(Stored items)
-----

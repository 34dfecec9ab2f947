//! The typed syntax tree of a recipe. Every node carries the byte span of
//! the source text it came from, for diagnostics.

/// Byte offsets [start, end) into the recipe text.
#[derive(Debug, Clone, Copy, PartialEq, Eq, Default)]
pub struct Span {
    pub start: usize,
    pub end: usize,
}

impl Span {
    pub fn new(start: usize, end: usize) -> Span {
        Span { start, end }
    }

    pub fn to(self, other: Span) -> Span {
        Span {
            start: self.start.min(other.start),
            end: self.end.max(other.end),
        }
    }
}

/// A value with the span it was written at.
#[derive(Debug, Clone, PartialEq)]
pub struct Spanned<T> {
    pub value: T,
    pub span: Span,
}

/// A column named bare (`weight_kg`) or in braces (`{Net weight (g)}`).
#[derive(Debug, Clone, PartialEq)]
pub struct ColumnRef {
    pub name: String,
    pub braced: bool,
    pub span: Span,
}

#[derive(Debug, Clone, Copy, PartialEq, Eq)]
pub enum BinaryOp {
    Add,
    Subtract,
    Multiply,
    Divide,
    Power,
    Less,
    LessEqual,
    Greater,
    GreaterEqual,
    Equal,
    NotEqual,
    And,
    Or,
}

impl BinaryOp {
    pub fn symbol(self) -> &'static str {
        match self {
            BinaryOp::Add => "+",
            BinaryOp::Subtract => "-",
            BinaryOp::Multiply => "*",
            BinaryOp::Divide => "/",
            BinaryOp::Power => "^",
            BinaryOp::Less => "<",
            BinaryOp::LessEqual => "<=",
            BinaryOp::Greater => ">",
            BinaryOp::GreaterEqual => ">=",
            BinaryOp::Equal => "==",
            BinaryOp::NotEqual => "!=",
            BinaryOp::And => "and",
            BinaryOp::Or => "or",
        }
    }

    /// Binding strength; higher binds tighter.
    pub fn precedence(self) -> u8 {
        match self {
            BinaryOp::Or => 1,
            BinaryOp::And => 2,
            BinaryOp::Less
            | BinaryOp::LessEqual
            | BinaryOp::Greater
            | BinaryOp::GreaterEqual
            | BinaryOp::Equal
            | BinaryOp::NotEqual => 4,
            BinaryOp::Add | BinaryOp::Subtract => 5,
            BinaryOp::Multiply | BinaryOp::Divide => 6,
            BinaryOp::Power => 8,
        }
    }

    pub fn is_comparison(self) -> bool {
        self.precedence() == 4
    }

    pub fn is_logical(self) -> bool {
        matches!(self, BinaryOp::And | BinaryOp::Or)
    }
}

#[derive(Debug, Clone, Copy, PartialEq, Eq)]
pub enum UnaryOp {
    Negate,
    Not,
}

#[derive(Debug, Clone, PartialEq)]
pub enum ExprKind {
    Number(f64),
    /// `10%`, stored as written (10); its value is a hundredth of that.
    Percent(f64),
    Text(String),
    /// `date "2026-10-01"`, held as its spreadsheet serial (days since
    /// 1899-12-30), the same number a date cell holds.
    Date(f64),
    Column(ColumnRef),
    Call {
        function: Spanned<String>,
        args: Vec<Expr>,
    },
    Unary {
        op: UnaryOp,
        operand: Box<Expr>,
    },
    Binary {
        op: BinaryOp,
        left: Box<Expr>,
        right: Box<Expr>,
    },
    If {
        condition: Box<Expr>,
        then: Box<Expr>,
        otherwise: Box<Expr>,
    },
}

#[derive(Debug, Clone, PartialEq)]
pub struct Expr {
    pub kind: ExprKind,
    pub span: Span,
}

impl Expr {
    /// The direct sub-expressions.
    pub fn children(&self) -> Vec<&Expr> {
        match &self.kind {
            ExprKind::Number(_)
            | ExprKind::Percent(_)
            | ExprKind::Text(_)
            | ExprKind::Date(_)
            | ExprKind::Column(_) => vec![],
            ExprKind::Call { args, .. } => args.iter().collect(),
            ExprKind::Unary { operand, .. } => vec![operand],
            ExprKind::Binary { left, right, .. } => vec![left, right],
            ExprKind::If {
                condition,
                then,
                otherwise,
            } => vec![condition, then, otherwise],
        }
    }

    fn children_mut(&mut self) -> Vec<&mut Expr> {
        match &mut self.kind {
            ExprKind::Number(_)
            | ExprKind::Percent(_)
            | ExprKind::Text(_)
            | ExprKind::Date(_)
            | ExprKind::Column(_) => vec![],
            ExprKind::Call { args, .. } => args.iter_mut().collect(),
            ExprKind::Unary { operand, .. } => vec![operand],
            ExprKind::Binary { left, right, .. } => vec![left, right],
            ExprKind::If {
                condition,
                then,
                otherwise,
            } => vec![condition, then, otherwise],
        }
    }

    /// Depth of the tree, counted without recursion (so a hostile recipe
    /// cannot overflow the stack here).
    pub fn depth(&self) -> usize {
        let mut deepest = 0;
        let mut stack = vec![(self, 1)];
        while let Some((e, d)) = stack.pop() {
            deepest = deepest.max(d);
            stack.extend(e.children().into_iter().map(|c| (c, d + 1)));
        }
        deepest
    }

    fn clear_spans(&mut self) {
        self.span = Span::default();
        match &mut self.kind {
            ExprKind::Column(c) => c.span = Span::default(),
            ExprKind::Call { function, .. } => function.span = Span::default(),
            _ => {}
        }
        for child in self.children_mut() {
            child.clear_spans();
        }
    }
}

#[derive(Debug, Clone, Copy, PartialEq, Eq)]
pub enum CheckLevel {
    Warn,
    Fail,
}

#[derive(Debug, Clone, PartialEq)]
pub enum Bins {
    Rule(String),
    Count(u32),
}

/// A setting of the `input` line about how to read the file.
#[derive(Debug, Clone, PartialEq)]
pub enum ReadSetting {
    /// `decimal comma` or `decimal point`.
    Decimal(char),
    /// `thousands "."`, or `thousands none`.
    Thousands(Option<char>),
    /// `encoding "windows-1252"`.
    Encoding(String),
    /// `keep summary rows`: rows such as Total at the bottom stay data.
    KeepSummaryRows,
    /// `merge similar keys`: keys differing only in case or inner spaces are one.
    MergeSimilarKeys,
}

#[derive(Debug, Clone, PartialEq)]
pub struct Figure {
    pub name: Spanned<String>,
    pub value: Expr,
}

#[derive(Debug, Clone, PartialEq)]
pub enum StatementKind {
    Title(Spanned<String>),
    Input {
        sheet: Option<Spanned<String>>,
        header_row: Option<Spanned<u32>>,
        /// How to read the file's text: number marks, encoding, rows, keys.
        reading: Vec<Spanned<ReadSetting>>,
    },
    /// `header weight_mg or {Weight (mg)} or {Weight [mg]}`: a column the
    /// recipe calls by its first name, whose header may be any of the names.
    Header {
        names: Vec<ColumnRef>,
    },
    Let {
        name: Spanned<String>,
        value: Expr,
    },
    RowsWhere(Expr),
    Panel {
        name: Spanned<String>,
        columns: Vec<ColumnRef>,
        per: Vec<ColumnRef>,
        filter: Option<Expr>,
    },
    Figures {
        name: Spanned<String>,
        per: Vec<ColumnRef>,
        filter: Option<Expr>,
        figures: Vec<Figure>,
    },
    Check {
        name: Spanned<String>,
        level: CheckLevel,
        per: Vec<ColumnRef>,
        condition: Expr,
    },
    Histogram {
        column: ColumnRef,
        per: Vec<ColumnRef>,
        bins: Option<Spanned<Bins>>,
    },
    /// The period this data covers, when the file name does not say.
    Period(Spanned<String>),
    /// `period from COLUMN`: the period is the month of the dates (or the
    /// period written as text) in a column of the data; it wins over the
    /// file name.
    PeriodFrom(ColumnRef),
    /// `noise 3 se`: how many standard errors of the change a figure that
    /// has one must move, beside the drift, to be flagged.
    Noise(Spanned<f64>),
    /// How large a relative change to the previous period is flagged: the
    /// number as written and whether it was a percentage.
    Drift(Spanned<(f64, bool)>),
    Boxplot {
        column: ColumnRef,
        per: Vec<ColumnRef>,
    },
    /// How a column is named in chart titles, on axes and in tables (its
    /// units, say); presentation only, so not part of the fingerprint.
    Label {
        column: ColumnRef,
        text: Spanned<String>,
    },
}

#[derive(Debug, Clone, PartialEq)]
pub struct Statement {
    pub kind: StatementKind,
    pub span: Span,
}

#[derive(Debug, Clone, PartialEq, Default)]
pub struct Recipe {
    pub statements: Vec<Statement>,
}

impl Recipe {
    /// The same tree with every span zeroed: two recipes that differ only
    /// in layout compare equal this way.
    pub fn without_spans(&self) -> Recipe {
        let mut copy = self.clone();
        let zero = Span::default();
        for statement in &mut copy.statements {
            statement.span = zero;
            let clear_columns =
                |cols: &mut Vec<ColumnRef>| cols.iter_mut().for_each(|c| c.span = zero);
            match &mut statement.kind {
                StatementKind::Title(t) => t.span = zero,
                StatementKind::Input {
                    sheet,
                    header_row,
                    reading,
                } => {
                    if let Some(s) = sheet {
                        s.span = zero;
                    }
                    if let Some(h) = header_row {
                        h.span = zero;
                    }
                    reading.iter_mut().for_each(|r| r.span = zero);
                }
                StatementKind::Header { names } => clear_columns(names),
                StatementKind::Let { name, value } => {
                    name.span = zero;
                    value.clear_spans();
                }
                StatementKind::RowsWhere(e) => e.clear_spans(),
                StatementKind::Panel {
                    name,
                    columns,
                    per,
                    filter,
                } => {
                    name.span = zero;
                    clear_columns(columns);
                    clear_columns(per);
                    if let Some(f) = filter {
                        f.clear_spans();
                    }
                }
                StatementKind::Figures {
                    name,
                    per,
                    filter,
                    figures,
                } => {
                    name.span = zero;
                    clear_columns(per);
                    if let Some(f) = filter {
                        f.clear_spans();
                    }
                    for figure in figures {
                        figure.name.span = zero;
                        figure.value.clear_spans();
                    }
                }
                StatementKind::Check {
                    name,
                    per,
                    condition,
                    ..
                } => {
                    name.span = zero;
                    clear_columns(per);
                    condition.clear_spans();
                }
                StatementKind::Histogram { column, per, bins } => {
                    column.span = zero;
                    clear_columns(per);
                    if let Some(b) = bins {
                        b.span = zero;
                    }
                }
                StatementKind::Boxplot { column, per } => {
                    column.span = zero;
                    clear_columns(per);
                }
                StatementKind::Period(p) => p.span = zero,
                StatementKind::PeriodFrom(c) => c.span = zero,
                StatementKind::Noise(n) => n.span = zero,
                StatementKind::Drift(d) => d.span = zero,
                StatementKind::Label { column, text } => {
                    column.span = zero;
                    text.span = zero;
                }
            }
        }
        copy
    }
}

-----

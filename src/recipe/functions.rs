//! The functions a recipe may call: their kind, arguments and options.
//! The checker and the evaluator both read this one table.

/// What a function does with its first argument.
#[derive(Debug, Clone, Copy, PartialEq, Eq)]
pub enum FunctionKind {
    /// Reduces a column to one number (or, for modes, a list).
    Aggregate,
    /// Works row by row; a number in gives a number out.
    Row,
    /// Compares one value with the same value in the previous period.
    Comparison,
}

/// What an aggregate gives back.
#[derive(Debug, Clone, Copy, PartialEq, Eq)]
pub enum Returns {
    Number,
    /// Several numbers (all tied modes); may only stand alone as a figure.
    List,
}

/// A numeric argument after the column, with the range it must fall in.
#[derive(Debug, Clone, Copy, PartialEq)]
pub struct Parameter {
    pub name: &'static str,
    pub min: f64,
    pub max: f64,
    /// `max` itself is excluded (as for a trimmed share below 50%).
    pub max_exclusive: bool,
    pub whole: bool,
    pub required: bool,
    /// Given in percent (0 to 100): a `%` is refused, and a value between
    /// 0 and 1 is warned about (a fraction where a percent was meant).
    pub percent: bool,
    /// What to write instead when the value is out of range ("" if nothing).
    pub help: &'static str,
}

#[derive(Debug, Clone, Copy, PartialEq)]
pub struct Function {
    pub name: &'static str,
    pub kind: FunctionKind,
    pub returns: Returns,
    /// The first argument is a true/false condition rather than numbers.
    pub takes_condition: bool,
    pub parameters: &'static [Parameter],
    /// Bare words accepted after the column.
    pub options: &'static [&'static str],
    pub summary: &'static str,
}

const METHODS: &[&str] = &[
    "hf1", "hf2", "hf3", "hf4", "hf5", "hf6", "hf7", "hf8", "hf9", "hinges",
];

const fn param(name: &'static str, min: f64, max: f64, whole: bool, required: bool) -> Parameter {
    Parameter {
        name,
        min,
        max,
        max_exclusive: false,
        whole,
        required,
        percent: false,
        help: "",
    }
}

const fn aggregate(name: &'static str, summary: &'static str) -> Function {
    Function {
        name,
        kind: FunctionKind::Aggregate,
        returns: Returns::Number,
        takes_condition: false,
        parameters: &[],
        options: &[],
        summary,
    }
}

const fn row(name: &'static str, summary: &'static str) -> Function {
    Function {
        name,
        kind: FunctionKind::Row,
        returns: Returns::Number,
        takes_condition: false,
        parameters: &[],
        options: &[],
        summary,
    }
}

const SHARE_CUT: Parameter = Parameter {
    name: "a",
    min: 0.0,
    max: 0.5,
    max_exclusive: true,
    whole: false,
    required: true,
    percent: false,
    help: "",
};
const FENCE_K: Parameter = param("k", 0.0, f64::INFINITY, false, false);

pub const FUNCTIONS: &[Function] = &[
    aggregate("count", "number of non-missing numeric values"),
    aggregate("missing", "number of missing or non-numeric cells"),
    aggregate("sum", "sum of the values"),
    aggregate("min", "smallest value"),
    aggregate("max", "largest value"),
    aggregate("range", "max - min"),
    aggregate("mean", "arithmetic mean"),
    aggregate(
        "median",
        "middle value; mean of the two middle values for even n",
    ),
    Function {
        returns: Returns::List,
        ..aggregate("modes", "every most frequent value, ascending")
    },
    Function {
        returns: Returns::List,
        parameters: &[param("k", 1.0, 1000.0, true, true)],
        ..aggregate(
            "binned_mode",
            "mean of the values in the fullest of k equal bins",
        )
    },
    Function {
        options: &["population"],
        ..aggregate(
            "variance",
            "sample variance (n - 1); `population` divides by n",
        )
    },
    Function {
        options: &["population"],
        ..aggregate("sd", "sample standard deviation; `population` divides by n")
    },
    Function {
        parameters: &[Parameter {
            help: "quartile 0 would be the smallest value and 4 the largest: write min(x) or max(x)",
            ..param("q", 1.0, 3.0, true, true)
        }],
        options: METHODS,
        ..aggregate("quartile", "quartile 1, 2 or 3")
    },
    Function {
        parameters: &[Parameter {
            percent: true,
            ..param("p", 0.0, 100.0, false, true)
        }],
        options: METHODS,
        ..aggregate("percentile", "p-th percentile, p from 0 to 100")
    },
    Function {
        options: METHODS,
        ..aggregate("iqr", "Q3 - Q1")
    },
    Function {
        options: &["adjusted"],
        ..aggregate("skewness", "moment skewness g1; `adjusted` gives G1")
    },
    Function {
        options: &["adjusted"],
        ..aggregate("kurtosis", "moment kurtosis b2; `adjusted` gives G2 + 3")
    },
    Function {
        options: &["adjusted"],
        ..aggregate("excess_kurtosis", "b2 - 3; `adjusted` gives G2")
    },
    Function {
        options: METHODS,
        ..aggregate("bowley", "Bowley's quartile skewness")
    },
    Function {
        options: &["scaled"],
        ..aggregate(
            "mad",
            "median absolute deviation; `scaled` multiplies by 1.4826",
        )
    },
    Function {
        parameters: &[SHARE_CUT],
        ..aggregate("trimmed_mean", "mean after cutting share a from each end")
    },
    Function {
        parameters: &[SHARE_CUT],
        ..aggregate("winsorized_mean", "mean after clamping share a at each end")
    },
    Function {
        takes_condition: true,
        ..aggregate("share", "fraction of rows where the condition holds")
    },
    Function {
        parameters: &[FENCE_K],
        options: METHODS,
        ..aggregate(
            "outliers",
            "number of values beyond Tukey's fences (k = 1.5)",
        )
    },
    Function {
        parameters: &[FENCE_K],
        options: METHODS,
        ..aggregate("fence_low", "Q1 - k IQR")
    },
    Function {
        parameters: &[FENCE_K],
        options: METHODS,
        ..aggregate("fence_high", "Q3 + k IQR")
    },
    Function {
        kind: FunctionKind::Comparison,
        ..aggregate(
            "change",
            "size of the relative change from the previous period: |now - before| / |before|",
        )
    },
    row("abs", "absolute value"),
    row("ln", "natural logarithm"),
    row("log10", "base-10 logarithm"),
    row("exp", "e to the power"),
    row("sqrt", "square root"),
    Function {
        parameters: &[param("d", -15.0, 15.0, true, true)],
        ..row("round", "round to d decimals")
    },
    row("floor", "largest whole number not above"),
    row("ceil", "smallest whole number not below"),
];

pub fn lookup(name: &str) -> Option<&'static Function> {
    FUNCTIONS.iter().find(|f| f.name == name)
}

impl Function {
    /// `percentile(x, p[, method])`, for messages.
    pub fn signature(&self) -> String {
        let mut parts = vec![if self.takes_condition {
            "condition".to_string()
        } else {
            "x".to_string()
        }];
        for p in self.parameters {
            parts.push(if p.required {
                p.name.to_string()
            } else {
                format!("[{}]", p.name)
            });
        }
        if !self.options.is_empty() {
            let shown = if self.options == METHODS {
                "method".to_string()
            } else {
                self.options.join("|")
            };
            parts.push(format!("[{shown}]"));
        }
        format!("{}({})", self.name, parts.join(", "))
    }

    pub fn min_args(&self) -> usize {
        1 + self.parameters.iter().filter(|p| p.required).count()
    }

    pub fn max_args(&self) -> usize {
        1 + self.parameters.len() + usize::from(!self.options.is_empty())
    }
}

-----

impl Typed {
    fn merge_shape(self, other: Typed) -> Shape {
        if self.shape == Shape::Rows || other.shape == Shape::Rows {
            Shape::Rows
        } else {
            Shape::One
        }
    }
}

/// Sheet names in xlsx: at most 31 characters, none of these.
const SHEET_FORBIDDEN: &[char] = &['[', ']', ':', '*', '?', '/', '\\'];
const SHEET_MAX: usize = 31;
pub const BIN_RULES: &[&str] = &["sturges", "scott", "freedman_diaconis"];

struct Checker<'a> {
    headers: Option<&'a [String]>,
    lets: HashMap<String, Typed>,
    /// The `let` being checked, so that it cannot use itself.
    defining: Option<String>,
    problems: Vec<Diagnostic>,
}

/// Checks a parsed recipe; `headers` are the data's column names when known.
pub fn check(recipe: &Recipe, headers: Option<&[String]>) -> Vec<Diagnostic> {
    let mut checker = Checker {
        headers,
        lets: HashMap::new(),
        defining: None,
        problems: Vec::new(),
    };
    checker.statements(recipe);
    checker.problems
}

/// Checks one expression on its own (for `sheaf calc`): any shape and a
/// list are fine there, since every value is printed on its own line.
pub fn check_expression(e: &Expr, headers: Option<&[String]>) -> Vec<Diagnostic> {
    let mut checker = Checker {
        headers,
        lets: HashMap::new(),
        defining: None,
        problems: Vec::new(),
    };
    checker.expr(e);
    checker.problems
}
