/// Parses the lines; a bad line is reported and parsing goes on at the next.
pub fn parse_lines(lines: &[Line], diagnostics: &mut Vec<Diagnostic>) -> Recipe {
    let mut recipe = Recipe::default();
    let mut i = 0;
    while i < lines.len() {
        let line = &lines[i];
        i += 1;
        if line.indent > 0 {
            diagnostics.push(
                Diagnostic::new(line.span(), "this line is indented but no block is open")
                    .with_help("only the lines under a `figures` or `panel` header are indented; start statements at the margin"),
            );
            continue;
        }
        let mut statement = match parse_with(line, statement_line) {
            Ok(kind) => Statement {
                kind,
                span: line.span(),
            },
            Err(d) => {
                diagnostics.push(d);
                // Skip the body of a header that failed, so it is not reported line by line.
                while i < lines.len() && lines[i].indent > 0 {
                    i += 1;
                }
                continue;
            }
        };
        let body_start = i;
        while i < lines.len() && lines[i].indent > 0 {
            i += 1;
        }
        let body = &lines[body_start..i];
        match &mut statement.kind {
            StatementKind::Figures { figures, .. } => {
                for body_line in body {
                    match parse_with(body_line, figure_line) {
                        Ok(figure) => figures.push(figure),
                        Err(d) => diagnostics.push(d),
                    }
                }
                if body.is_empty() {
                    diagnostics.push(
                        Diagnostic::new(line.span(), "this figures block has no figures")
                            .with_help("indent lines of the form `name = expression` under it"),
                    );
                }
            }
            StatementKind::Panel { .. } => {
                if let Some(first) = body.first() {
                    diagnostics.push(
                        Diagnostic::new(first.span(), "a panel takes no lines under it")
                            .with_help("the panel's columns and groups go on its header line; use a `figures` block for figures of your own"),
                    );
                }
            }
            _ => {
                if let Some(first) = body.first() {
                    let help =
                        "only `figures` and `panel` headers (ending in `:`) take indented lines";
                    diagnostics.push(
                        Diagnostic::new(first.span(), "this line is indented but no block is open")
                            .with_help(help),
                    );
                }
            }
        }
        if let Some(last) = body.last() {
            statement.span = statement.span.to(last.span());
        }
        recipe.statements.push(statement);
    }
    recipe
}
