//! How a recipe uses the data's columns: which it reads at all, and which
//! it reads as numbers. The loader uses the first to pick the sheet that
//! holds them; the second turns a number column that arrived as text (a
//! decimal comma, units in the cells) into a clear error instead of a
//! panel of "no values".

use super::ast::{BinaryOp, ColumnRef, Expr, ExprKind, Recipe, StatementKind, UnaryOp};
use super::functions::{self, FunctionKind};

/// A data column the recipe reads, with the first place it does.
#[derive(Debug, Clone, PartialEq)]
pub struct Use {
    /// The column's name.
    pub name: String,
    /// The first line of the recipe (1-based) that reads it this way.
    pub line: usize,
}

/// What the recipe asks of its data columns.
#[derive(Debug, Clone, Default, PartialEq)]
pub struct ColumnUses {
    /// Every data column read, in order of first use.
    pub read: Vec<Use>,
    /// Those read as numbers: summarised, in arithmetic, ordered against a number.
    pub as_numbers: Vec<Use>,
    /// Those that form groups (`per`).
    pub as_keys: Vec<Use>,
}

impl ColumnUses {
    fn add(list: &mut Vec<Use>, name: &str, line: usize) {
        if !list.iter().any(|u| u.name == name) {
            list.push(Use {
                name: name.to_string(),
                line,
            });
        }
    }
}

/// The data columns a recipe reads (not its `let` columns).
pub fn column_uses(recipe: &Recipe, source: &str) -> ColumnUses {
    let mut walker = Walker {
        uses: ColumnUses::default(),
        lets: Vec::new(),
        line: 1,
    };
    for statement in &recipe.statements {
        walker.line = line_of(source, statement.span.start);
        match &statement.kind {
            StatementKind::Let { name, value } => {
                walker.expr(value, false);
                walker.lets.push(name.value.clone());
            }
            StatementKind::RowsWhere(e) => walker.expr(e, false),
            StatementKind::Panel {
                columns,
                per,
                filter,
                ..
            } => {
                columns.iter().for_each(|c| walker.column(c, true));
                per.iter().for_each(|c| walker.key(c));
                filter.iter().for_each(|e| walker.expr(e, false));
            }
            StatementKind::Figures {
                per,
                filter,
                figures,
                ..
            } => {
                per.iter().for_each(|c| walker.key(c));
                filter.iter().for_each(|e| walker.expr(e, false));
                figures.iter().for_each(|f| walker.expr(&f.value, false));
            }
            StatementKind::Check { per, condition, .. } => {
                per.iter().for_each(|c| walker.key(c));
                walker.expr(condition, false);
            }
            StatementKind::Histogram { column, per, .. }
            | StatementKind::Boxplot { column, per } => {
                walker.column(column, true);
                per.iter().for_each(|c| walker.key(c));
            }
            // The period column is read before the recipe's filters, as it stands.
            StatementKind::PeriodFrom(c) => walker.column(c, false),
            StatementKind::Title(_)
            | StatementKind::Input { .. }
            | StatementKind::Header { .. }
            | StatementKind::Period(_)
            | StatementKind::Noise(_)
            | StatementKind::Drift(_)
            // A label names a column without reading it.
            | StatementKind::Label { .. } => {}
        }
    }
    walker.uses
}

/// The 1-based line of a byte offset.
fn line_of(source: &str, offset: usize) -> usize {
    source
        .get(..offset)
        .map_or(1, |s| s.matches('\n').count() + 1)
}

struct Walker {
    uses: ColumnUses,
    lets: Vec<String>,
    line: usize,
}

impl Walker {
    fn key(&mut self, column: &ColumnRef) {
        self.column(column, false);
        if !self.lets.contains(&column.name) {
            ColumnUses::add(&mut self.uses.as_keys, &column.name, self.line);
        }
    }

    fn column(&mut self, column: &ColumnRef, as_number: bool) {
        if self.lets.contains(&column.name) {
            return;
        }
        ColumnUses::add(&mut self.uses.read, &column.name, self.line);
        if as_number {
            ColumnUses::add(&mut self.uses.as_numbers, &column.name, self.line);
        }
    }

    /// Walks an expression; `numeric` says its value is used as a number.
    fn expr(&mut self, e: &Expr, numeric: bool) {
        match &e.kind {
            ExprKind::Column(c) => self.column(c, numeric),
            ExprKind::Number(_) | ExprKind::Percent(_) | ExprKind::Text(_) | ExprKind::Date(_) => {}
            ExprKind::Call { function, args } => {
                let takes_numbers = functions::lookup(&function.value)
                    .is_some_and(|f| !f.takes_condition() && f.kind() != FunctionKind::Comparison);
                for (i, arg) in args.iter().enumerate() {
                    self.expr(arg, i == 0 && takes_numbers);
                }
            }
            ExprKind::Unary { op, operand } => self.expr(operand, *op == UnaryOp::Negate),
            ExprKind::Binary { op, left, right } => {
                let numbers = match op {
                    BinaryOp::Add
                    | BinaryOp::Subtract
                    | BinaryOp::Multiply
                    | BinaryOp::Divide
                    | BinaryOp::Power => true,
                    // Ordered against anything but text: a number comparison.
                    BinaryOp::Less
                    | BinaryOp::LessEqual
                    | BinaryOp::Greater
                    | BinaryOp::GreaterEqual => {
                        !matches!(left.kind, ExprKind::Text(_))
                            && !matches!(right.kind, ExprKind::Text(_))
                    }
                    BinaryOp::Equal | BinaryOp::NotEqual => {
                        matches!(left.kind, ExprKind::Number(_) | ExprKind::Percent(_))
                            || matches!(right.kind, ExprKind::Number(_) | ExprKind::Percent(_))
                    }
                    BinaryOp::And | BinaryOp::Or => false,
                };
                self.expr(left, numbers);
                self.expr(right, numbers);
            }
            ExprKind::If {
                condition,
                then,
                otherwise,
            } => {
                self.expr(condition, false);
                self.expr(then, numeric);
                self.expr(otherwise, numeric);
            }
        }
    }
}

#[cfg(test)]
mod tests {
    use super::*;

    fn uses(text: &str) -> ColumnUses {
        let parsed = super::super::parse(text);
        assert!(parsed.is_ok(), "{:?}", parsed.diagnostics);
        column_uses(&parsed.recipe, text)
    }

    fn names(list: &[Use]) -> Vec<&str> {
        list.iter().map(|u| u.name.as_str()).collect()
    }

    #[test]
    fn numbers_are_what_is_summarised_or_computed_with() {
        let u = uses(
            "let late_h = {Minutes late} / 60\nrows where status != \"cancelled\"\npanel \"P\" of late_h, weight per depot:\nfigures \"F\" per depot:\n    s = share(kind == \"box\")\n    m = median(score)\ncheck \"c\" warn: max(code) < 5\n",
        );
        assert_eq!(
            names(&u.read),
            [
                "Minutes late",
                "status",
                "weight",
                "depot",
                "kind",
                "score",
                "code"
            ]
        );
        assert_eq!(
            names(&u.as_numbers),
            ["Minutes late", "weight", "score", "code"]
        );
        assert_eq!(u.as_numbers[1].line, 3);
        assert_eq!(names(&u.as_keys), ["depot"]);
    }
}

-----

*Instructions to follow*
Word for word, restate the lines of the data above that fall between the line holding "repository 34dfecec9ab2f947" and the line holding "pub struct Spanned<T>", inclusive, and no other lines.

*Expected output*
repository 34dfecec9ab2f947
//! The typed syntax tree of a recipe. Every node carries the byte span of
//! the source text it came from, for diagnostics.

/// Byte offsets [start, end) into the recipe text.
#[derive(Debug, Clone, Copy, PartialEq, Eq, Default)]
pub struct Span {
    pub start: usize,
    pub end: usize,
}

impl Span {
    pub fn new(start: usize, end: usize) -> Span {
        Span { start, end }
    }

    pub fn to(self, other: Span) -> Span {
        Span {
            start: self.start.min(other.start),
            end: self.end.max(other.end),
        }
    }
}

/// A value with the span it was written at.
#[derive(Debug, Clone, PartialEq)]
pub struct Spanned<T> {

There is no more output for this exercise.